Task goal: Nothing outside the range below should be printed. Output exactly the lines from the line with "assert_close(p->marker[0].x, 10.000, 0.001);" to the line with "form V = n / c", both included.

Exercise data:

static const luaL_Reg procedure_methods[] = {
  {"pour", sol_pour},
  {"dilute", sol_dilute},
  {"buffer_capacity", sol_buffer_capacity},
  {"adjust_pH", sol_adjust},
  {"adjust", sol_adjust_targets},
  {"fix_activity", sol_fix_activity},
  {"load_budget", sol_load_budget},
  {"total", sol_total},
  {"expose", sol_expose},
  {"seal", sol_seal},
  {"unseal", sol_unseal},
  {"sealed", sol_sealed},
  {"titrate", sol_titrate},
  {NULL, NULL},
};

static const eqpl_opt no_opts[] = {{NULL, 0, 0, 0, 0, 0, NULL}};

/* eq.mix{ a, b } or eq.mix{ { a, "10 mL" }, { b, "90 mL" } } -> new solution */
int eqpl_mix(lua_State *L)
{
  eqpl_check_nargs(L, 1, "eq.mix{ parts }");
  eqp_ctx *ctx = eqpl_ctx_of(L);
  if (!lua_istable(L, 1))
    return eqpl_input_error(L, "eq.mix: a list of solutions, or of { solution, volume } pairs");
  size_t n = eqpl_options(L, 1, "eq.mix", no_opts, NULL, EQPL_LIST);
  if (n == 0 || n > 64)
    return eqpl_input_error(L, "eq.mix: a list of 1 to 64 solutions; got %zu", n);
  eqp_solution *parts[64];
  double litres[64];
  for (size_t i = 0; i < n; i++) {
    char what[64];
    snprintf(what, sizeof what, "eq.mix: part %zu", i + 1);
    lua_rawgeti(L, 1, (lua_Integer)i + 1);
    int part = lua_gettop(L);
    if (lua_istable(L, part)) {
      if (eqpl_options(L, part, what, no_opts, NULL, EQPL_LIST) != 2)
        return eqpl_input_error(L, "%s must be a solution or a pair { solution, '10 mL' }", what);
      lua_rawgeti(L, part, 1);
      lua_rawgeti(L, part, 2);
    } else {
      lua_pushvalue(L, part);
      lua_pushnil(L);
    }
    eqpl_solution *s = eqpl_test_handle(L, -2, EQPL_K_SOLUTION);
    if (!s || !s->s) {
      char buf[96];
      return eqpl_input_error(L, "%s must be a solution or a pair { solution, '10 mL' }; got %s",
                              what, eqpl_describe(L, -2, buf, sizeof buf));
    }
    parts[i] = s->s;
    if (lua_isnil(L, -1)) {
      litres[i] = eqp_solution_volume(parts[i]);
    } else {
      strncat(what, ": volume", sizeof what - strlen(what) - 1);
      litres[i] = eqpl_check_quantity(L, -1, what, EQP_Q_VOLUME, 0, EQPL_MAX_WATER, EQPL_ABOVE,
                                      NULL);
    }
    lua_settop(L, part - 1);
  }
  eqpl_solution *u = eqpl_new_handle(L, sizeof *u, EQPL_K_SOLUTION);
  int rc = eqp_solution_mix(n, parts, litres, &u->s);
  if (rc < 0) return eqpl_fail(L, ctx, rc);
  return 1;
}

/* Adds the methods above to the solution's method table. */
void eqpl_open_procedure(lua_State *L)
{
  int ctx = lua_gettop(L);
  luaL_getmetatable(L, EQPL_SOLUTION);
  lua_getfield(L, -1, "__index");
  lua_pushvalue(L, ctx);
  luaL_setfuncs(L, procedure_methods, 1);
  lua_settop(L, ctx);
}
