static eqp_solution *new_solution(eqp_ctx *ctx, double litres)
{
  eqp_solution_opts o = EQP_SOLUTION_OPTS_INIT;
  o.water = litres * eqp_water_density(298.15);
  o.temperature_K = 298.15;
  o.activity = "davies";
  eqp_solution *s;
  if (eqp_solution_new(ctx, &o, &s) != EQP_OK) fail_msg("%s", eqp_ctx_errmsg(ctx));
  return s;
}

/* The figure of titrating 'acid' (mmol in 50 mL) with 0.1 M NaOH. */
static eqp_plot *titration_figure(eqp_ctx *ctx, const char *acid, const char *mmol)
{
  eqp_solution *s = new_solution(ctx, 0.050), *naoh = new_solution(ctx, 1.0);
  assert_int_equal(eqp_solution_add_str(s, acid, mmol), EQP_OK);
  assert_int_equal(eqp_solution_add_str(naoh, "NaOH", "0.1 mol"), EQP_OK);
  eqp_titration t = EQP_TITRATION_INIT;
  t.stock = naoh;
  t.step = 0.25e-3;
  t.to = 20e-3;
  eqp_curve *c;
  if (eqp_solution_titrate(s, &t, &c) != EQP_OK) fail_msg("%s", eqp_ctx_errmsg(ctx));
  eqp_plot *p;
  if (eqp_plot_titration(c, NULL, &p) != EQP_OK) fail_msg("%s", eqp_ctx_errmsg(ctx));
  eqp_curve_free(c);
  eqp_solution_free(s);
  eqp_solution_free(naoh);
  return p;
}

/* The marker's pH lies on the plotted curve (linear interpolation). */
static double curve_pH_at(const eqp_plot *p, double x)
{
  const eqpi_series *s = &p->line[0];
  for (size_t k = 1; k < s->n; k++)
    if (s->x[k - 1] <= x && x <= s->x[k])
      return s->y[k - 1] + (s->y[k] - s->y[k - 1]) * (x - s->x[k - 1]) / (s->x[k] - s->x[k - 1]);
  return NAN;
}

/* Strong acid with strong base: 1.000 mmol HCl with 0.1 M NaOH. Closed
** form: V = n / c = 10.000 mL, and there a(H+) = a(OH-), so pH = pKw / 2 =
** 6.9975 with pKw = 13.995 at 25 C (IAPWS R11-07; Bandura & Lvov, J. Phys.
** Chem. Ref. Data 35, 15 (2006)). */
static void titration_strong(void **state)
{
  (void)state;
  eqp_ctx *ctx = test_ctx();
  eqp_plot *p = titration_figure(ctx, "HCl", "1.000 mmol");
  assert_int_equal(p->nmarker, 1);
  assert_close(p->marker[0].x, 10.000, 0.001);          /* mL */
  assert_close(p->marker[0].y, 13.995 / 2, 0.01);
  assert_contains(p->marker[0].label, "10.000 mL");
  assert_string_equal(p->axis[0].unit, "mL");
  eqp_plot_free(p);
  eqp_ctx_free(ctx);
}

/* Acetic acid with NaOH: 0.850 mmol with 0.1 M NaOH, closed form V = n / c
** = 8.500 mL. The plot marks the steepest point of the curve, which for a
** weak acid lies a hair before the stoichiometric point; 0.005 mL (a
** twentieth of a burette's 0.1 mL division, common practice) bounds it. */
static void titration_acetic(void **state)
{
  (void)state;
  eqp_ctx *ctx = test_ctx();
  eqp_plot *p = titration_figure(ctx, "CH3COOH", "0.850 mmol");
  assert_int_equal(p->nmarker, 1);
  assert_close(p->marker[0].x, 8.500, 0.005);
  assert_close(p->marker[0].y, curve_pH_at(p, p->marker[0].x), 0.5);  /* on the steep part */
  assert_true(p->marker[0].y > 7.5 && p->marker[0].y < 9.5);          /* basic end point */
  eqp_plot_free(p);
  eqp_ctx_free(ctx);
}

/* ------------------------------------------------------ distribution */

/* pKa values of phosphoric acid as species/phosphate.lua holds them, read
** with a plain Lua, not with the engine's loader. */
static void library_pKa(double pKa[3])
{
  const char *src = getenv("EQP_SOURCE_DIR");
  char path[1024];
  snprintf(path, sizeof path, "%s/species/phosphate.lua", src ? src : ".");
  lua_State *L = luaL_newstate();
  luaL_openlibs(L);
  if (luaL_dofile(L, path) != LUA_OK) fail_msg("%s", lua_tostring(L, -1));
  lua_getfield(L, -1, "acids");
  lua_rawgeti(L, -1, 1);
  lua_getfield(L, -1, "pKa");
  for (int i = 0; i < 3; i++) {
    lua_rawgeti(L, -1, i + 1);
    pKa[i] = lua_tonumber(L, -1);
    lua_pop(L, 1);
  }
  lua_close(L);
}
* * *
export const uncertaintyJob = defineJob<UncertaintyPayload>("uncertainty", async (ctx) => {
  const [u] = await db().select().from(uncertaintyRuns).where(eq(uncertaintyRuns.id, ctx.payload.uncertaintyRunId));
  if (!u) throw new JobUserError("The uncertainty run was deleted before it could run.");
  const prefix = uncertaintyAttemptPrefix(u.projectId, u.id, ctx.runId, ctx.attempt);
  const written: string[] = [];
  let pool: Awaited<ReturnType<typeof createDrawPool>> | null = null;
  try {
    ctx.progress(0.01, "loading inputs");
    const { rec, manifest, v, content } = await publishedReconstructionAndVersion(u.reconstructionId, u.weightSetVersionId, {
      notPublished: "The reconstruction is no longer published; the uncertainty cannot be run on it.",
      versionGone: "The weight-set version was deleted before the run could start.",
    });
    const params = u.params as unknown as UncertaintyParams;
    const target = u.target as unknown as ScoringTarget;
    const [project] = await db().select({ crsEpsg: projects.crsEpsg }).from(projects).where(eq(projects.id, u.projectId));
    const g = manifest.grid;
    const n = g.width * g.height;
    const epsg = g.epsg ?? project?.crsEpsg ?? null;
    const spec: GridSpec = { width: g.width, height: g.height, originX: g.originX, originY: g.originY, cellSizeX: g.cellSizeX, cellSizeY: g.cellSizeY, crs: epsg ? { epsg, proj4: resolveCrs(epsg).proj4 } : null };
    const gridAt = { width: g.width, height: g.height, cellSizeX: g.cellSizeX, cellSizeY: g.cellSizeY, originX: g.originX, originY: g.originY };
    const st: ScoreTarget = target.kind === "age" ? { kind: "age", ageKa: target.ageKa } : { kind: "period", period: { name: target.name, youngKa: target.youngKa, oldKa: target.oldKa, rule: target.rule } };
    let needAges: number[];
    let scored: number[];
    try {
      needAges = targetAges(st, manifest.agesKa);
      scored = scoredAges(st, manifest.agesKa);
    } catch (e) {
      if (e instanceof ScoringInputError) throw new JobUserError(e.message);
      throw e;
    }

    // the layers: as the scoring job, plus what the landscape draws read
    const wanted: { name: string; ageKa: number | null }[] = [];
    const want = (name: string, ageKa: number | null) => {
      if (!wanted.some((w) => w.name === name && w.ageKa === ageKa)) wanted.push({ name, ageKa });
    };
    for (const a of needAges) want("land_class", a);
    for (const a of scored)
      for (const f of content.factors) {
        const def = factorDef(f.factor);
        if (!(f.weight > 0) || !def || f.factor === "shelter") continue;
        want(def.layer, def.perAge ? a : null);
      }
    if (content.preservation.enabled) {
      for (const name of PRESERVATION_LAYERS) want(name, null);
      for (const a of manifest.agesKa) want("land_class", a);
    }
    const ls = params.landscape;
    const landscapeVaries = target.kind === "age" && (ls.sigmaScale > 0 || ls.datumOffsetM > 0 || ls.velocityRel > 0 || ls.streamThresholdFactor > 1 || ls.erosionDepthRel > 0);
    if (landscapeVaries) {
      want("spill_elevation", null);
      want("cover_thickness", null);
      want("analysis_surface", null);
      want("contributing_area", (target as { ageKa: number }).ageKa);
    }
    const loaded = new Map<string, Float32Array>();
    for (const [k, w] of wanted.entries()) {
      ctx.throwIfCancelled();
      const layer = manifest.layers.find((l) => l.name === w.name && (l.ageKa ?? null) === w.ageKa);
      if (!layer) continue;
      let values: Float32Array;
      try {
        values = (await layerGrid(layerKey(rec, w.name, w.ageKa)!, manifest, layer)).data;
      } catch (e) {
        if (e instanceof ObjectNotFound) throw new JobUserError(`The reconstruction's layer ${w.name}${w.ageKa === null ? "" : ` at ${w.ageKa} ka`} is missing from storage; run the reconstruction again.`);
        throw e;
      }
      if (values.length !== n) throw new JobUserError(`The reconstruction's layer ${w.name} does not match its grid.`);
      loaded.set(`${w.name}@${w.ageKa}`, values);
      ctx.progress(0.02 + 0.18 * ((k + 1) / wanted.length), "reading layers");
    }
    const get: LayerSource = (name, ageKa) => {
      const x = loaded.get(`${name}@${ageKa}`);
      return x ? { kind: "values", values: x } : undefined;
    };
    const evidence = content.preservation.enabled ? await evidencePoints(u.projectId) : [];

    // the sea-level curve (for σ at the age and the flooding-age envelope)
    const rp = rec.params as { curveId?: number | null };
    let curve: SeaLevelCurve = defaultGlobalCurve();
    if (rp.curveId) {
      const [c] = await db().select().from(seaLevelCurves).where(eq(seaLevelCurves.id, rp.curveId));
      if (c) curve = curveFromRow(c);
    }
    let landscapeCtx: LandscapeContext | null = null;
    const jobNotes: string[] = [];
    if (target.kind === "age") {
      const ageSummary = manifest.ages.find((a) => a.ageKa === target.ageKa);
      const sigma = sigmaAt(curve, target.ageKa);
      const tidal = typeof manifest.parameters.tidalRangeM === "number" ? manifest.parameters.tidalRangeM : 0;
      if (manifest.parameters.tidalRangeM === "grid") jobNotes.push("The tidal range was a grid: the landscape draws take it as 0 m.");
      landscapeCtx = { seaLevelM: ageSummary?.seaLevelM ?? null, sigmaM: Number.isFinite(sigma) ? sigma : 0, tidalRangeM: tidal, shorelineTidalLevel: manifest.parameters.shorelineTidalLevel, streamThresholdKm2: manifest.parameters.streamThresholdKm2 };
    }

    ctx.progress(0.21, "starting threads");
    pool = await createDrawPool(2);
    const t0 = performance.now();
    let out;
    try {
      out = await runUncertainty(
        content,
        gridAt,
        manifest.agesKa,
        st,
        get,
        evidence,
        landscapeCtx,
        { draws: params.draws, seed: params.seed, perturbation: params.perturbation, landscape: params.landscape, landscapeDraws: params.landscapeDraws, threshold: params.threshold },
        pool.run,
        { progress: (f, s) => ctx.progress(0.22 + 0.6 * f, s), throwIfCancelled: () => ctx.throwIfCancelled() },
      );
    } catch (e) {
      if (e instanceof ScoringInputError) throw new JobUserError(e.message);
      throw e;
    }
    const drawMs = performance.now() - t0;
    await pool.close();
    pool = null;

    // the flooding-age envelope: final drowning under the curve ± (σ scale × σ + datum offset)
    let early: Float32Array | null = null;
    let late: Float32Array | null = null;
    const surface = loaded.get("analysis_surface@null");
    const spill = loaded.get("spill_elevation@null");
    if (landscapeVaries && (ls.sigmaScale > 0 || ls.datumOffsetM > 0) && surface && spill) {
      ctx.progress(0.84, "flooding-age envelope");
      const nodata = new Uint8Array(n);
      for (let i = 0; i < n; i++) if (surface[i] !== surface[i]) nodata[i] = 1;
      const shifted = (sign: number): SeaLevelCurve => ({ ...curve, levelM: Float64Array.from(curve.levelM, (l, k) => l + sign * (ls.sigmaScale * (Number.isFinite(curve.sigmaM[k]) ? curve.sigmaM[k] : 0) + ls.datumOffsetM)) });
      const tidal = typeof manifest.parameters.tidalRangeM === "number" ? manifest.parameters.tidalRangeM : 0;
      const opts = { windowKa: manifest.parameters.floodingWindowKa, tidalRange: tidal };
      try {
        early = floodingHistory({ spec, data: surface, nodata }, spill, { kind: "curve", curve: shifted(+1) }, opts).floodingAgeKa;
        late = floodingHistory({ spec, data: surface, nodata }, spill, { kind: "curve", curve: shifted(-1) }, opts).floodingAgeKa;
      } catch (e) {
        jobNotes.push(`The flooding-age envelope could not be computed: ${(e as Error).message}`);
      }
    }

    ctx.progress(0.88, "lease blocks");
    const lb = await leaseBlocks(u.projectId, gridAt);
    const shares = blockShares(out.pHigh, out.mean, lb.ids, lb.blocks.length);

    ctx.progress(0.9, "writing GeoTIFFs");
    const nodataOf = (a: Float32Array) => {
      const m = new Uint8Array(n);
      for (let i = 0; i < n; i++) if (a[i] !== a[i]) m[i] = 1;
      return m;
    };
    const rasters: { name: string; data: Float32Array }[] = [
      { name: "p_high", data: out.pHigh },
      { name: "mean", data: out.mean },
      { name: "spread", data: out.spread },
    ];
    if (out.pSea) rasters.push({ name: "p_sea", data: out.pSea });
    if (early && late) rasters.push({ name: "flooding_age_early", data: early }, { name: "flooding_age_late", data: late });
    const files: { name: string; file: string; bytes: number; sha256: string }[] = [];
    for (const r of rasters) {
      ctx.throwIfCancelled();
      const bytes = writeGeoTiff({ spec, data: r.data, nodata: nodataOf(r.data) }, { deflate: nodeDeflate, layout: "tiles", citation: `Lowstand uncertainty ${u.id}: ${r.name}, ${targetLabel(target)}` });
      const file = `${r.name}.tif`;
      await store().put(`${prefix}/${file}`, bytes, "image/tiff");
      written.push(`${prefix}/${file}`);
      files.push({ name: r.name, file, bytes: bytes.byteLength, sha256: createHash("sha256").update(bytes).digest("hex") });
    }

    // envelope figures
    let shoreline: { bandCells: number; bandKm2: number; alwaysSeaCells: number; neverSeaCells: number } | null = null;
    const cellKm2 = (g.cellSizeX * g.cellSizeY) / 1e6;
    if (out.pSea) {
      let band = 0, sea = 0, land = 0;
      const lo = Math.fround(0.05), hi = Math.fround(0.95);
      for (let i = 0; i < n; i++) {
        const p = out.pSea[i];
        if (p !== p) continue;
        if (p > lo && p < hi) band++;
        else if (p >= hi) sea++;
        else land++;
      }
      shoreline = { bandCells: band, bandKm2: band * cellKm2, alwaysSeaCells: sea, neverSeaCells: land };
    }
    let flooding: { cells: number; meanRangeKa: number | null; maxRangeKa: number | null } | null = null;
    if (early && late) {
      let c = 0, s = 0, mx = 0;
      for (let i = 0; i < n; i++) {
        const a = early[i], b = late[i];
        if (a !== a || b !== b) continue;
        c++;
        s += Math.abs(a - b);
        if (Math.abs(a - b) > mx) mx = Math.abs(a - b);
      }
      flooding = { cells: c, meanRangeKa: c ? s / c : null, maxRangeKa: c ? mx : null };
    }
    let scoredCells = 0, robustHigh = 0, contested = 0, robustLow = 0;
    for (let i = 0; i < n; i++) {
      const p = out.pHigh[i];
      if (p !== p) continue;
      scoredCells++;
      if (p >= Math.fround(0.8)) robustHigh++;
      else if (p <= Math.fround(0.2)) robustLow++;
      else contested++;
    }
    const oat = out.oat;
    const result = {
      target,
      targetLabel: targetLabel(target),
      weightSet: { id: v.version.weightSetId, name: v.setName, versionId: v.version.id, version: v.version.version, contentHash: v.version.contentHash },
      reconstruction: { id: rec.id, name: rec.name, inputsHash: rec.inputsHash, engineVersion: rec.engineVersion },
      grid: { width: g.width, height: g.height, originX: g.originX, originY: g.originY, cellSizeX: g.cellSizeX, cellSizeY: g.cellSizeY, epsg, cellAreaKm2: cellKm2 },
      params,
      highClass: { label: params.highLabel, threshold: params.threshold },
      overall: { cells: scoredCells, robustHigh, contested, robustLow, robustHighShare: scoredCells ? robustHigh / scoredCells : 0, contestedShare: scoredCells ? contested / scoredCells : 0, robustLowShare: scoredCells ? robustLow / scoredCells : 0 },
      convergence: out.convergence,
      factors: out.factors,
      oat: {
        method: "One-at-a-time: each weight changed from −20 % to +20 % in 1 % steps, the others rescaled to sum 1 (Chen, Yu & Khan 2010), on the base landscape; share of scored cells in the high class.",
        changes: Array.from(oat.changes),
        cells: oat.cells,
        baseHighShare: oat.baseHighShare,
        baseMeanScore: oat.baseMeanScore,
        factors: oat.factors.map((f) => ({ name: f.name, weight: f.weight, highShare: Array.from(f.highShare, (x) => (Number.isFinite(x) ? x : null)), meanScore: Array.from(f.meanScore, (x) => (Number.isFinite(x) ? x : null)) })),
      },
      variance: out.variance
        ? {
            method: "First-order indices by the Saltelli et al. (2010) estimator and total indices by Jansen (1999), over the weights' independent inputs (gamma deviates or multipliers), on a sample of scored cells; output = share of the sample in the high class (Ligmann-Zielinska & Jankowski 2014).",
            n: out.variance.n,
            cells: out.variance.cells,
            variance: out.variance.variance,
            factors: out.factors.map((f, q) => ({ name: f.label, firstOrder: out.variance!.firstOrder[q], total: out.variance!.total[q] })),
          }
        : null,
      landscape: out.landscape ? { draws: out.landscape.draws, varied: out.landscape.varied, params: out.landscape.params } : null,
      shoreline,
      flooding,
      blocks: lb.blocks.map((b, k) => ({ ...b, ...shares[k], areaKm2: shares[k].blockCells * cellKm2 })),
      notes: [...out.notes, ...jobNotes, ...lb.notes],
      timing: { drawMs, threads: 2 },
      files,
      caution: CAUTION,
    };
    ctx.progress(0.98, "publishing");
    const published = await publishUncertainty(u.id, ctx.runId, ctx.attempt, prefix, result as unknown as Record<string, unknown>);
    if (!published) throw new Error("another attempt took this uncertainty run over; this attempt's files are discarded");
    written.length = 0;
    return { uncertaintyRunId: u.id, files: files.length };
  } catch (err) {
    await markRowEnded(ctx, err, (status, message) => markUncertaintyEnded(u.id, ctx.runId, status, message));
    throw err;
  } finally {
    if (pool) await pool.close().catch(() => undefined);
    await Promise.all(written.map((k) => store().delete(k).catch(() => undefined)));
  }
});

Solution:
  assert_close(p->marker[0].x, 10.000, 0.001);          /* mL */
  assert_close(p->marker[0].y, 13.995 / 2, 0.01);
  assert_contains(p->marker[0].label, "10.000 mL");
  assert_string_equal(p->axis[0].unit, "mL");
  eqp_plot_free(p);
  eqp_ctx_free(ctx);
}

/* Acetic acid with NaOH: 0.850 mmol with 0.1 M NaOH, closed form V = n / c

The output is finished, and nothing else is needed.